La alarma continuaba sonando machaconamente. Oyeron voces y ruido de pasos en el pasillo. Todos aguzaron el oído y oyeron varios chillidos de pánico.

– ¿Lo ven? ¡Maldita sea! -gritó el policía-. ¡Todo el mundo está huyendo! ¡Un incendio en un edificio como éste es una trampa mortal! ¡Explota todo! ¡No nos queda tiempo! ¡A las escaleras, deprisa!

Frieda Kroner se sentó bruscamente en un sofá.

– Es una trampa, sí, pero nos la ha tendido la Sombra. -Se cruzó de brazos y repitió con voz temblorosa-: Viene a por nosotros.

El rabino se sentó a su lado.

– Frieda tiene razón -afirmó'-. Si salimos al pasillo moriremos.

– ¡Y si nos quedamos aquí nos freiremos! -insistió el policía, mirando a la pareja de ancianos como si estuvieran chalados.

– Ni hablar -se obstinó la anciana-. Yo no me voy.

– Ni yo -dijo el rabino-. Así fue como acabó con muchos de nosotros. Esta vez no lo conseguirá.

– Están locos -dijo el policía-. Oigan, por favor, yo les acompañaré en todo momento. Aunque ese cabrón esté ahí fuera, no intentará nada estando yo con ustedes. ¡Venga vámonos!

– No y no -repitió Frieda.

El joven levantó los ojos implorando al cielo un poco de sensatez en aquellos dos viejos tercos.

– ¡Vamos a morir! -gritó-. Señorita Martínez, ayúdeme.

Pero Espy tenía la mirada fija en los ancianos.

– De acuerdo -dijo el policía en tono inseguro, tras un breve silencio-. Escúchenme: saldré a echar un vistazo para asegurarme de que ese hombre no está aquí y luego volveré a por ustedes. Intentaré traer a un bombero. ¿Lo han entendido? Bien. Quédense aquí sentados, que yo regresaré con ayuda. Señorita Martínez, usted se viene conmigo, ¿de acuerdo? ¡Bien, vámonos!

Corrió hacia la puerta. Espy dio un paso detrás de él, pero se detuvo de pronto.

– No; vaya usted. Yo me quedo con ellos.

El policía se giró en redondo.

– No sea loca -le dijo.

– ¡Váyase! -respondió ella-. Yo me quedo.

El joven titubeó unos segundos antes de abrir la puerta de un tirón y desaparecer por el pasillo, ahora desierto, en dirección a las escaleras.
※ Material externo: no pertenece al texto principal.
/// An error when `path` names something that is not a regular file (a
/// folder, a FIFO, a device node, a socket; through symbolic links), with
/// or without `force`: saving there would replace it with a file.
pub fn refuse_not_regular(path: &Path) -> io::Result<()> {
    match std::fs::metadata(path) {
        Ok(m) if !m.is_file() => {
            let what = if m.is_dir() {
                "a folder"
            } else {
                "not a regular file"
            };
            Err(io::Error::new(
                io::ErrorKind::InvalidInput,
                format!("{} is {what}: refusing to replace it", path.display()),
            ))
        }
        _ => Ok(()),
    }
}

/// An error when `path` exists (as anything, a dangling link too) and
/// `force` is not given, and always when it is not a regular file.
pub fn refuse_existing(path: &Path, force: bool) -> io::Result<()> {
    refuse_not_regular(path)?;
    if !force && std::fs::symlink_metadata(path).is_ok() {
        return Err(io::Error::new(
            io::ErrorKind::AlreadyExists,
            format!("{} exists: give --force to overwrite it", path.display()),
        ));
    }
    Ok(())
}

fn commit(path: &Path, bytes: &[u8]) -> io::Result<()> {
    let mut f = AtomicWriteFile::open(path)?;
    f.write_all(bytes)?;
    f.commit()
}

/// Where the rescue copy of an unsaved stage goes: `NAME.ron.rescue` next
/// to its file, or `./loopwright-A.rescue.ron` for a stage without one.
pub fn rescue_path(path: Option<&Path>, label: &str) -> PathBuf {
    match path.and_then(|p| p.file_name().map(|n| (p, n))) {
        Some((p, name)) => {
            let mut n = name.to_os_string();
            n.push(".rescue");
            p.with_file_name(n)
        }
        None => PathBuf::from(format!("loopwright-{label}.rescue.ron")),
    }
}

/// The `n`th rescue name for a base from [`rescue_path`]: the base itself
/// for 1, else `NAME.ron.rescue-N` / `loopwright-A.rescue-N.ron`.
fn numbered(base: &Path, n: usize) -> PathBuf {
    if n <= 1 {
        return base.to_path_buf();
    }
    let name = base
        .file_name()
        .map(|x| x.to_string_lossy().into_owned())
        .unwrap_or_default();
    let named = match name.strip_suffix(".ron") {
        Some(stem) => format!("{stem}-{n}.ron"),
        None => format!("{name}-{n}"),
    };
    base.with_file_name(named)
}

/// Where a new rescue copy goes without replacing an older one: the first
/// of `base`, `base-2`, `base-3`, … that does not exist.
pub fn free_rescue_path(base: &Path) -> PathBuf {
    (1..)
        .map(|n| numbered(base, n))
        .find(|p| std::fs::symlink_metadata(p).is_err())
        .unwrap_or_else(|| base.to_path_buf())
}

/// The rescue copies an earlier run left for `base` (see
/// [`rescue_path`]), newest first.
pub fn rescue_files(base: &Path) -> Vec<PathBuf> {
    let mut found: Vec<(std::time::SystemTime, PathBuf)> = Vec::new();
    // The numbers are dense unless a copy was removed: look a little past
    // each gap.
    let mut misses = 0;
    for n in 1.. {
        let p = numbered(base, n);
        match std::fs::metadata(&p) {
            Ok(m) if m.is_file() => {
                misses = 0;
                found.push((m.modified().unwrap_or(std::time::UNIX_EPOCH), p));
            }
            _ => {
                misses += 1;
                if misses > 16 {
                    break;
                }
            }
        }
    }
    found.sort_by_key(|f| std::cmp::Reverse(f.0));
    found.into_iter().map(|(_, p)| p).collect()
}

/// Whether a file exists and nobody may write it (no write bit at all):
/// saving over it needs a yes.
pub fn read_only(path: &Path) -> bool {
    std::fs::metadata(path).is_ok_and(|m| m.is_file() && m.permissions().readonly())
}

#[cfg(test)]
mod tests {
    use super::*;

    #[test]
    fn values_compare_as_numbers() {
        assert!(same_value("1e3", "1000.0"));
        assert!(same_value("(10.0, 1e5)", "(10.0, 100000.0)"));
        assert!(!same_value("1e3", "1100.0"));
        assert!(!same_value("\"a\"", "\"b\""));
    }

    #[test]
    fn spans_of_values() {
        let t = "x: \"a,b\" , y: (1, 2) z: 1e3/*c*/";
        assert_eq!(&t[value_span(t, 2).0..value_span(t, 2).1], "\"a,b\"");
        assert_eq!(&t[value_span(t, 13).0..value_span(t, 13).1], "(1, 2)");
        assert_eq!(&t[value_span(t, 23).0..value_span(t, 23).1], "1e3");
    }

    #[test]
    fn comments_after_the_header() {
        let t = "// top\n(\n  a: \"//x\",\n)\n";
        assert!(!comment_after(t, header_len(t)));
        assert!(comment_after("// top\n( /* c */ )", 7));
    }

    #[test]
    fn temporary_names() {
        // The atomic-write-file crate's fallback: "." + name + "." + 6 random.
        assert_eq!(temporary_kind(".s.ron.PWe6vb"), Some(None));
        assert_eq!(temporary_kind(".s.ron.bak.a1B2c3"), Some(None));
        assert_eq!(temporary_kind(".out.svg.Zz09aa"), Some(None));
        assert_eq!(temporary_kind(".s.ron.tmp-42"), Some(Some("42")));
        assert_eq!(temporary_kind(".s.ron.rescue"), None);
        assert_eq!(temporary_kind("s.ron.PWe6vb"), None);
        assert_eq!(temporary_kind(".s.ron.PWe6v"), None);
        assert_eq!(temporary_kind(".notes.txt.PWe6vb"), None);
        assert_eq!(temporary_kind(".s.ron.tmp-"), None);
    }

    #[test]
    fn rescue_paths() {
        assert_eq!(
            rescue_path(Some(Path::new("d/s.ron")), "A"),
            PathBuf::from("d/s.ron.rescue")
        );
        assert_eq!(
            rescue_path(None, "B"),
            PathBuf::from("loopwright-B.rescue.ron")
        );
    }
}
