#[test]
fn pick_a_part_by_typing_and_save_one_at_80x24() {
    let d = temp_dir("e2e-parts");
    std::fs::create_dir_all(d.join("user")).unwrap();
    std::fs::write(
        d.join("user/fav.ron"),
        "(name: \"bench favourite\", class: \"precision\",\n amp: (a0: 2.0e6, gbw: 3.0e6, ro: 70.0, vnoise: 7.0e-9, inoise: 3.0e-15))",
    )
    .unwrap();
    std::fs::write(
        d.join("user/broken.ron"),
        "(name: \"x\",\n  amp: (a0: 1e5, gbw: \"1Q\"))",
    )
    .unwrap();
    std::fs::write(
        d.join("stage.ron"),
        loopwright::files::load::demo().to_ron(),
    )
    .unwrap();
    let env = format!("LOOPWRIGHT_PARTS={}", d.join("user").display());
    let Some(s) = start_in("lw_e2e_parts", &d, &env, "stage.ron") else {
        return;
    };
    tmux(&["resize-window", "-t", &s.0, "-x", "80", "-y", "24"]);
    let size = tmux(&[
        "display-message",
        "-p",
        "-t",
        &s.0,
        "#{pane_width}x#{pane_height}",
    ]);
    assert_eq!(size.trim(), "80x24");
    wait_for(&s.0, "Parameters").expect("workbench starts");
    tmux(&["send-keys", "-t", &s.0, "a"]);
    let list = wait_for(&s.0, "search:").expect("the amplifier list opens");
    for group in ["built-in", "user library", "project"] {
        assert!(list.contains(group), "{group}:\n{list}");
    }
    assert!(
        list.contains("broken.ron:2:"),
        "the bad file with its place:\n{list}"
    );
    tmux(&["send-keys", "-t", &s.0, "-l", "bench"]);
    wait_for(&s.0, "1 of 7").expect("typing narrows the list");
    tmux(&["send-keys", "-t", &s.0, "Enter"]);
    let set = wait_for(&s.0, "bench favourite set").expect("applied");
    assert!(set.contains("changed a0, gbw"), "{set}");
    // A saves it into the project's parts/.
    tmux(&["send-keys", "-t", &s.0, "A"]);
    wait_for(&s.0, "part name").expect("asks the name");
    tmux(&["send-keys", "-t", &s.0, "C-u"]);
    tmux(&["send-keys", "-t", &s.0, "-l", "saved one"]);
    tmux(&["send-keys", "-t", &s.0, "Enter"]);
    wait_for(&s.0, "save where?").expect("asks where");
    tmux(&["send-keys", "-t", &s.0, "p"]);
    wait_for(&s.0, "saved in the project").expect("saved");
    assert!(d.join("parts/saved-one.ron").is_file());
    tmux(&["send-keys", "-t", &s.0, "C-c"]);
    let done = wait_for(&s.0, "EXIT=").expect("process exits");
    assert!(done.contains("EXIT=0"), "{done}");
}

#[test]
fn the_datasheet_form_in_a_real_terminal_at_80x24() {
    let d = temp_dir("e2e-sheet");
    std::fs::write(
        d.join("figs.ron"),
        "(part: \"sheet amp\", gain_db: 100, unity: \"1M\", phase_margin: 68, ro: 50,\n vnoise: (white: \"10n\"), inoise: (white: \"1p\"))",
    )
    .unwrap();
    std::fs::write(
        d.join("stage.ron"),
        loopwright::files::load::demo().to_ron(),
    )
    .unwrap();
    let Some(s) = start_in("lw_e2e_sheet", &d, "", "stage.ron") else {
        return;
    };
    tmux(&["resize-window", "-t", &s.0, "-x", "80", "-y", "24"]);
    wait_for(&s.0, "Parameters").expect("workbench starts");
    tmux(&["send-keys", "-t", &s.0, "d"]);
    wait_for(&s.0, "Amplifier from datasheet figures").expect("the form opens");
    tmux(&["send-keys", "-t", &s.0, "o"]);
    tmux(&["send-keys", "-t", &s.0, "-l", "figs.ron"]);
    tmux(&["send-keys", "-t", &s.0, "Enter"]);
    let filled = wait_for(&s.0, "the amplifier, live").expect("filled from the file");
    // fp2 = 1 MHz/tan(90° − 68°) = 2.475 MHz (issue 28's check).
    assert!(filled.contains("fp2 = 2.475 MHz"), "{filled}");
    // The phase margin row (the seventh): 95° is refused by the model.
    for _ in 0..6 {
        tmux(&["send-keys", "-t", &s.0, "Down"]);
    }
    tmux(&["send-keys", "-t", &s.0, "-l", "95"]);
    tmux(&["send-keys", "-t", &s.0, "Enter"]);
    let refused = wait_for(&s.0, "more than the").expect("no amplifier at 95°");
    assert!(refused.contains("phase_margin: 95°"), "{refused}");
    tmux(&["send-keys", "-t", &s.0, "-l", "60"]);
    tmux(&["send-keys", "-t", &s.0, "Enter"]);
    // 1 MHz/tan 30° = 1.732 MHz.
    wait_for(&s.0, "fp2 = 1.732 MHz").expect("derived again");
    tmux(&["send-keys", "-t", &s.0, "a"]);
    let set = wait_for(&s.0, "sheet amp set").expect("applied");
    assert!(set.contains("changed"), "{set}");
    tmux(&["send-keys", "-t", &s.0, "C-c"]);
    let done = wait_for(&s.0, "EXIT=").expect("process exits");
    assert!(done.contains("EXIT=0"), "{done}");
}

/// The screen with each run of spaces as one (the pane's label column is
/// as wide as its longest label).
fn squeezed(screen: &str) -> String {
    screen
        .split(' ')
        .filter(|w| !w.is_empty())
        .collect::<Vec<_>>()
        .join(" ")
}
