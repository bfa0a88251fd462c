//! The non-inverting stage: the signal into the + pin, rg from the −
//! pin to the reference, rf (∥ cf) from the feedback point to the − pin.

use super::{wire, Element, GainUnit, Input, Kind, Node::*, Pairs, PartDecl, Tolerance};
use crate::model::scenario::Topology;

pub static KIND: Kind = Kind {
    topology: Topology::NonInverting,
    parts: &[
        wire(Input, Plus),
        PartDecl {
            name: "rg",
            a: Minus,
            b: Reference,
            element: Element::Resistor,
            param: "stage.rg",
            read: |s| s.stage.rg,
            absent: 1.0,
            required: true,
            start: Some(1e3),
            with: None,
            tolerance: Tolerance::Resistor,
        },
        super::common::RF,
        super::common::CF,
        super::common::RISO,
    ],
    input: Input::Voltage,
    reference: None,
    output: Load,
    bias: None,
    gain_unit: GainUnit::VoltsPerVolt,
    gain: |st| 1.0 + st.rf.unwrap_or(0.0) / st.rg.unwrap_or(0.0),
    negative: false,
    source_in_network: false,
    // rf and rg in series from the feedback point to the reference.
    feedback_load: |st| st.rf.unwrap_or(0.0) + st.rg.unwrap_or(0.0),
    source_parts: &[],
    stabilize: &["riso", "cf"],
    pairs: Some(Pairs {
        gain: |ratio| 1.0 + ratio,
        ratio: |gain| gain - 1.0,
        above: Some((
            1.0,
            "must be above 1 for a non-inverting stage (its gain is 1 + rf/rg)",
        )),
        load: |rg, rf| rf + rg,
        parts: ["stage.rg", "stage.rf"],
        also: None,
    }),
};
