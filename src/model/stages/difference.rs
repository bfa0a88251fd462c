//! The difference amplifier: input 1 through r1 into the − pin, r2 (∥ cf)
//! from the feedback point back to it; input 2 through r3 into the + pin,
//! r4 (∥ c4) from the + pin to the reference. Each input's EMF returns to
//! ground behind its own source resistance (`source.r`, `source.r_plus`).

use super::{Element, GainUnit, Input, Kind, Node::*, Pairs, PartDecl, Tolerance};
use crate::model::scenario::Topology;

/// A resistor of the kind: required, spreading with the resistor tolerance.
const fn resistor(
    name: &'static str,
    a: super::Node,
    b: super::Node,
    param: &'static str,
    read: fn(&crate::model::scenario::Scenario) -> Option<f64>,
    start: f64,
) -> PartDecl {
    PartDecl {
        name,
        a,
        b,
        element: Element::Resistor,
        param,
        read,
        absent: 1.0,
        required: true,
        start: Some(start),
        with: None,
        tolerance: Tolerance::Resistor,
    }
}

pub static KIND: Kind = Kind {
    topology: Topology::Difference,
    parts: &[
        resistor("r1", Input, Minus, "stage.r1", |s| s.stage.r1, 10e3),
        resistor("r2", Feedback, Minus, "stage.r2", |s| s.stage.r2, 10e3),
        PartDecl {
            with: Some("r2"),
            ..super::common::CF
        },
        resistor("r3", Input2, Plus, "stage.r3", |s| s.stage.r3, 10e3),
        resistor("r4", Plus, Reference, "stage.r4", |s| s.stage.r4, 10e3),
        PartDecl {
            name: "c4",
            a: Plus,
            b: Reference,
            element: Element::Capacitor,
            param: "stage.c4",
            read: |s| s.stage.c4,
            absent: 0.0,
            required: false,
            start: None,
            with: Some("r4"),
            tolerance: Tolerance::Capacitor,
        },
        super::common::RISO,
    ],
    input: Input::Pair {
        r2: |s| s.source.r_plus.or(s.source.r).unwrap_or(0.0),
    },
    reference: None,
    output: Load,
    bias: None,
    gain_unit: GainUnit::VoltsPerVolt,
    // A_d = r2/r1 (the matched stage's differential gain).
    gain: |st| st.r2.unwrap_or(0.0) / st.r1.unwrap_or(0.0),
    negative: false,
    source_in_network: true,
    // The − pin follows the + pin, which sits near the reference: r2
    // loads the feedback point.
    feedback_load: |st| st.r2.unwrap_or(0.0),
    source_parts: &[],
    stabilize: &["riso", "cf"],
    pairs: Some(Pairs {
        gain: |ratio| ratio,
        ratio: |gain| gain,
        above: None,
        load: |_, rf| rf,
        parts: ["stage.r1", "stage.r2"],
        also: Some(["stage.r3", "stage.r4"]),
    }),
};
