/// Each given limit on the nominal stage and the trials; the yield.
fn check_limits(
    s: &Scenario,
    plan: &Plan,
    nominal: &[Option<f64>],
    rows: &[Vec<Option<f64>>],
) -> (Vec<LimitCheck>, Option<f64>) {
    let col = |key: &str| plan.keys.iter().position(|k| *k == key);
    let held = |l: &Limit, row: &[Option<f64>]| l.held(|k| col(k).and_then(|j| row[j]));
    let given = spec::given(s);
    let mut passing = vec![true; rows.len()];
    let limits = given
        .iter()
        .map(|&(l, value)| {
            let (mut worst, mut undefined, mut failed) = (None, false, 0);
            for (i, r) in rows.iter().enumerate() {
                let v = held(l, r);
                undefined |= v.is_none();
                worst = l.worse(worst, v);
                if !l.passes(v, value) {
                    failed += 1;
                    passing[i] = false;
                }
            }
            let nominal = held(l, nominal);
            LimitCheck {
                limit: l,
                value,
                nominal,
                worst: worst.filter(|_| !undefined),
                nominal_pass: l.passes(nominal, value),
                failed,
            }
        })
        .collect();
    let n = rows.len().max(1) as f64;
    let yield_frac = s
        .spec
        .as_ref()
        .map(|_| passing.iter().filter(|p| **p).count() as f64 / n);
    (limits, yield_frac)
}

/// The figures of a limit that fail it in some trial or at the nominal
/// (of the two rails' headroom, only the failing rail), in limit order.
pub fn failing_figures(r: &SpreadResult, l: &LimitCheck) -> Vec<&'static str> {
    if l.failed == 0 && l.nominal_pass {
        return Vec::new();
    }
    let fails = |key: &str| {
        let Some(f) = r.figure(key) else {
            return false;
        };
        let edge_fails = [f.min, f.max, f.nominal]
            .into_iter()
            .any(|v| v.is_some() && !l.limit.figure_passes(v, l.value));
        edge_fails || f.undefined > 0
    };
    let keys: Vec<&'static str> = l
        .limit
        .figures
        .iter()
        .copied()
        .filter(|k| fails(k))
        .collect();
    if keys.is_empty() {
        l.limit.figures.iter().copied().take(1).collect()
    } else {
        keys
    }
}

/// The histograms a view draws: first the figure of every limit that
/// trials fail (the failing rail of two), so the reason for a low yield
/// is on the chart, then the gain error, f−3dB and the phase margin, at
/// most `most` in all (never fewer than the failing ones).
pub fn shown_figures(r: &SpreadResult, most: usize) -> Vec<&'static str> {
    let mut keys: Vec<&'static str> = Vec::new();
    for l in r.limits.iter().filter(|l| l.failed > 0) {
        for key in failing_figures(r, l) {
            if !keys.contains(&key) && r.figure(key).is_some() {
                keys.push(key);
            }
        }
    }
    let failing = keys.len();
    for key in ["target_error", "f_3db_hz", "phase_margin_deg"] {
        if !keys.contains(&key) {
            keys.push(key);
        }
    }
    keys.truncate(most.max(failing));
    keys
}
Al principio los dos hombres guardaron silencio mientras el coche, con la luz de emergencia y la sirena destellando a todo trapo, atravesaba la somnolienta ciudad. Simon se aferró a la puerta hasta que se le pusieron los nudillos blancos debido a la tensión. La ciudad pasaba rauda por su lado, igual que una película a cámara rápida.